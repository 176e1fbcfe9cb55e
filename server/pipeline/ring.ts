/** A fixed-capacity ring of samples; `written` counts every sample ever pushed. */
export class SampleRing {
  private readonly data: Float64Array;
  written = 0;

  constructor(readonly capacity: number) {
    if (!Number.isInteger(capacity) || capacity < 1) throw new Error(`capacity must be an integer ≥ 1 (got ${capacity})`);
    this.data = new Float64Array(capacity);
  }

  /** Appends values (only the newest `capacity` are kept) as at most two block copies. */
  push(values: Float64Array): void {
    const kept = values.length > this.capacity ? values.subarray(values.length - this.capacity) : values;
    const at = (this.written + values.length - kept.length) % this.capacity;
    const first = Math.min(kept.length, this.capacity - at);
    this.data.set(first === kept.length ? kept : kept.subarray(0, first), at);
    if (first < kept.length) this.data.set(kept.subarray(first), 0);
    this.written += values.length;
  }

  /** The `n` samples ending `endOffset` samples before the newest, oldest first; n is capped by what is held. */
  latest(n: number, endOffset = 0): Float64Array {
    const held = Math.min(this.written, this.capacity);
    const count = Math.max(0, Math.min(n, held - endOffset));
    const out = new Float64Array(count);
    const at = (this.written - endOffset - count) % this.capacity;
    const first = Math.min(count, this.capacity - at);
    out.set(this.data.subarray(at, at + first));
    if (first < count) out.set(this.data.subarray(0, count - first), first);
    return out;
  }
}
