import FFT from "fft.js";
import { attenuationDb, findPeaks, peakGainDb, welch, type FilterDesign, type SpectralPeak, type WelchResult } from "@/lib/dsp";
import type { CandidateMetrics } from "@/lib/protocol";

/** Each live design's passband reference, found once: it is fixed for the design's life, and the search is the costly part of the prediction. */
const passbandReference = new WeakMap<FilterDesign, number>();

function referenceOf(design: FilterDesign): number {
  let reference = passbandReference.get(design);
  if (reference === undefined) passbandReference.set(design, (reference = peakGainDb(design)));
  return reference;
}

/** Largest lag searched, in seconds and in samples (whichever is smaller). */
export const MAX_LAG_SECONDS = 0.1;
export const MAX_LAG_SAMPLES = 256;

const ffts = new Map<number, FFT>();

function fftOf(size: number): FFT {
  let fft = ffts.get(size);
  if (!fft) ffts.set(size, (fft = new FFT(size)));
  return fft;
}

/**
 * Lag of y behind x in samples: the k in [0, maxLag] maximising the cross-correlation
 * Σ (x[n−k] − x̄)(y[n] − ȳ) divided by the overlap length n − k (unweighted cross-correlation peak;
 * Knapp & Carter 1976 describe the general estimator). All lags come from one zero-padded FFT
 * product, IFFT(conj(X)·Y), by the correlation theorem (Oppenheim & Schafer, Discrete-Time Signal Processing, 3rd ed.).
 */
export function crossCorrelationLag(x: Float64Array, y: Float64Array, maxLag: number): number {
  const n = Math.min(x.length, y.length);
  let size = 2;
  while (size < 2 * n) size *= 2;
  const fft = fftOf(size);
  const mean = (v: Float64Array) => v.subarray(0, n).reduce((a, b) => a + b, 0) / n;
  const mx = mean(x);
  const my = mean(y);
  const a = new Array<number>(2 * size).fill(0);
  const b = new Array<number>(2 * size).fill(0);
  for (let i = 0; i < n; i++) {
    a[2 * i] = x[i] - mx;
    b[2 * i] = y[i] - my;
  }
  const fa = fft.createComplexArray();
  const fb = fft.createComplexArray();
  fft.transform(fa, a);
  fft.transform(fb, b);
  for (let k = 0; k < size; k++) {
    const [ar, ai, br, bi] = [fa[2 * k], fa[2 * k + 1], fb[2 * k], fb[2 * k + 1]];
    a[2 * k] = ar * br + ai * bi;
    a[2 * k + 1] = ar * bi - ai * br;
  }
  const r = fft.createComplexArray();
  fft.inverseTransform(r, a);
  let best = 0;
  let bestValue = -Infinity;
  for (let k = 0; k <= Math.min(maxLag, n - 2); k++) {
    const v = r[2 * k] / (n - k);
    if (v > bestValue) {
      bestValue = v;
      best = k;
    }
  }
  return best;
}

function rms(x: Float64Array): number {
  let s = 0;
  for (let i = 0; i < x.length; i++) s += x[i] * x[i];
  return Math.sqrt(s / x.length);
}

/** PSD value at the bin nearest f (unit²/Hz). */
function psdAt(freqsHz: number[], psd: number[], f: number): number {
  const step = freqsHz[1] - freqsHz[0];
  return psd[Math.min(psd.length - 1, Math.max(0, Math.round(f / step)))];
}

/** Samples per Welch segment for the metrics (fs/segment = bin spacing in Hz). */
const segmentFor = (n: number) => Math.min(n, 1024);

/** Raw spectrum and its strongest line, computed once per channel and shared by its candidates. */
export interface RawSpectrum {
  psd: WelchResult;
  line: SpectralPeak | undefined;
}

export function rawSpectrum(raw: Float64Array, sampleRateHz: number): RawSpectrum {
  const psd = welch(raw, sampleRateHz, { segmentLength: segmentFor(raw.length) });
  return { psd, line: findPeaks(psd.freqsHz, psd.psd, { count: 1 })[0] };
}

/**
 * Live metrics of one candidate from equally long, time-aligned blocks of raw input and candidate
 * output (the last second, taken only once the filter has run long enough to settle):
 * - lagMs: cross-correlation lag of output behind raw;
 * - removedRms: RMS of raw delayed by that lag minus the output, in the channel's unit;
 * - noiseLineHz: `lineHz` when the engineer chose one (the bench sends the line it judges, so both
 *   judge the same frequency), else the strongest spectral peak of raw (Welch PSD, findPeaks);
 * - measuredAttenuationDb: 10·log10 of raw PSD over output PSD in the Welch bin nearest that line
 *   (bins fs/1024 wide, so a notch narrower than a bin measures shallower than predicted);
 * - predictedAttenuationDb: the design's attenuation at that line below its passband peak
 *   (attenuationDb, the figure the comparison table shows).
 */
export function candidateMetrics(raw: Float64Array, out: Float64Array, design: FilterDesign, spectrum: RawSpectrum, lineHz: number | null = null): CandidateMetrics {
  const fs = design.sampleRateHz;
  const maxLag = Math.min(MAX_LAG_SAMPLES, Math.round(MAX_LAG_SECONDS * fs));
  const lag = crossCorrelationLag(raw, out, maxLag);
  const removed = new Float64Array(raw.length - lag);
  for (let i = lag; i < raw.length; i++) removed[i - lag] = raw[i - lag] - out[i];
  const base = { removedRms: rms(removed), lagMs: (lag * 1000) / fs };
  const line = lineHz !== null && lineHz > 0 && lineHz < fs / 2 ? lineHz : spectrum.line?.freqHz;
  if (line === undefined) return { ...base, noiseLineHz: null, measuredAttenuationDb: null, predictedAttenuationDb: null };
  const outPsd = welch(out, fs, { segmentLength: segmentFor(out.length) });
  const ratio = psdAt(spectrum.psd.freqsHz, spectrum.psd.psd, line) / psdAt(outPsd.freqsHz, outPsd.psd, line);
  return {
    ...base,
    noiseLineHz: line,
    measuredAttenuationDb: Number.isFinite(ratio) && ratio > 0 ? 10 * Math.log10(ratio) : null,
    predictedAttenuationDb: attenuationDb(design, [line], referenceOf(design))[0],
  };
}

- - - - -

For each line in the material above that contains the string "return", make a copy.

    return out;
  return reference;
  return fft;
  return best;
  return Math.sqrt(s / x.length);
  return psd[Math.min(psd.length - 1, Math.max(0, Math.round(f / step)))];
  return { psd, line: findPeaks(psd.freqsHz, psd.psd, { count: 1 })[0] };
  if (line === undefined) return { ...base, noiseLineHz: null, measuredAttenuationDb: null, predictedAttenuationDb: null };
  return {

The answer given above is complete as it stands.